Come mangiare il miele per la tosse? Ecco il trucco della nonna

Il miele è un alimento prodotto dalle api che parte dal nettare o dalla melata, escreto dalle ghiandole nettarifere presenti all’interno dei fiori ma anche all’esterno. Il nettare viene raccolto, trasformato, disidratato e immagazzinato nel favo; viene usato come nutrimento delle api nei periodi invernali.

I principali componenti del miele sono: il glucosio, l’acqua, il fruttosio e i sali minerali. Sono presenti in quantità variabile anche gli zuccheri; la presenza del fruttosio gli dona un potere dolcificante molto più raffinato dello zucchero e costituisce inoltre una fortissima fonte di energia per il nostro organismo.
Il miele contiene anche la presenza di oligoelementi come il rame, lo iodio, il manganese, il ferro e vitamine quali A, E, K e C.

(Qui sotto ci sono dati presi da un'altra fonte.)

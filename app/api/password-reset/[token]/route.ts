import { checkPasswordReset, resetPassword } from '@/lib/account';
import { handler, parseBody } from '@/lib/http';
import { passwordResetSchema } from '@/lib/validation/auth';

export const dynamic = 'force-dynamic';

/** GET: whether a reset link still works (404 unknown, 410 used or expired). */
export const GET = handler<{ token: string }>(async (_req, { token }) => checkPasswordReset(token));

/** POST {password}: set a new password from the link; single use; ends every session. */
export const POST = handler<{ token: string }>(async (req, { token }) => {
  const input = await parseBody(req, passwordResetSchema);
  return resetPassword(token, input);
});
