import 'server-only';
import { QueryTypes, type Transaction } from 'sequelize';
import { sequelize } from '@/models';

/** Bound parameters ($name in the SQL), sent to PostgreSQL as real parameters (arrays included). */
export type Bind = Record<string, unknown>;

/** Runs a SELECT (or a statement with RETURNING) and returns its rows. */
export async function select<T extends object>(sql: string, bind: Bind, t?: Transaction): Promise<T[]> {
  return sequelize.query<T>(sql, { bind, type: QueryTypes.SELECT, transaction: t });
}

/** Runs a write and returns the number of rows it touched. */
export async function exec(sql: string, bind: Bind, t?: Transaction): Promise<number> {
  const [, meta] = (await sequelize.query(sql, { bind, transaction: t })) as [unknown, { rowCount?: number } | number];
  return typeof meta === 'number' ? meta : (meta?.rowCount ?? 0);
}

/** PostgreSQL BIGINT/NUMERIC arrive as strings: parse on purpose (cents stay well inside 2^53). */
export const int = (v: unknown): number => (v === null || v === undefined ? 0 : Number(v));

Nella medicina erboristica, il miele è consigliato per la cura del sistema cutaneo in quanto favorisce cicatrizzazione e idratazione, del sistema nervoso perché migliora il sonno e la concentrazione, dell’apparato digerente poiché regolarizza l’attività escretoria dei succhi gastrici e della flora batterica e dell’apparato respiratorio contro la tosse e il catarro.
Alcuni studi hanno dimostrato quanto il miele sia efficace per mal di gola e tosse fastidiosa, che sia secca o grassa, essendo in grado anche di ridurre la frequenza degli attacchi, vediamo insieme come mangiarlo.

Il classico rimedio della nonna è mangiare il miele con una bella tazza di latte caldo e berlo tutto d’un sorso la sera prima di andare a letto ma va benissimo anche mangiare un cucchiaino da solo o farlo sciogliere in un bicchiere d’acqua tiepida con qualche goccia di limone.

Per la tosse secca, il miele migliore da assumere è quello biologico, artigianale e grezzo con proprietà antiossidanti benefiche tra cui ci sono il miele di castagno, di eucalipto e di timo; è ottimo anche il miele con zenzero biologico che risulta avere una buona azione infiammatoria. In caso di tosse grassa e quindi di grandi quantità di catarro da eliminare è consigliato invece un miele balsamico biologico extraforte.

E’ importante sapere infatti che non tutti i mieli hanno queste componenti preziose proveniente dalle stesse pianti e stesse api, nei prodotti in commercio ad esempio sono spesso irrisori o completamente assenti.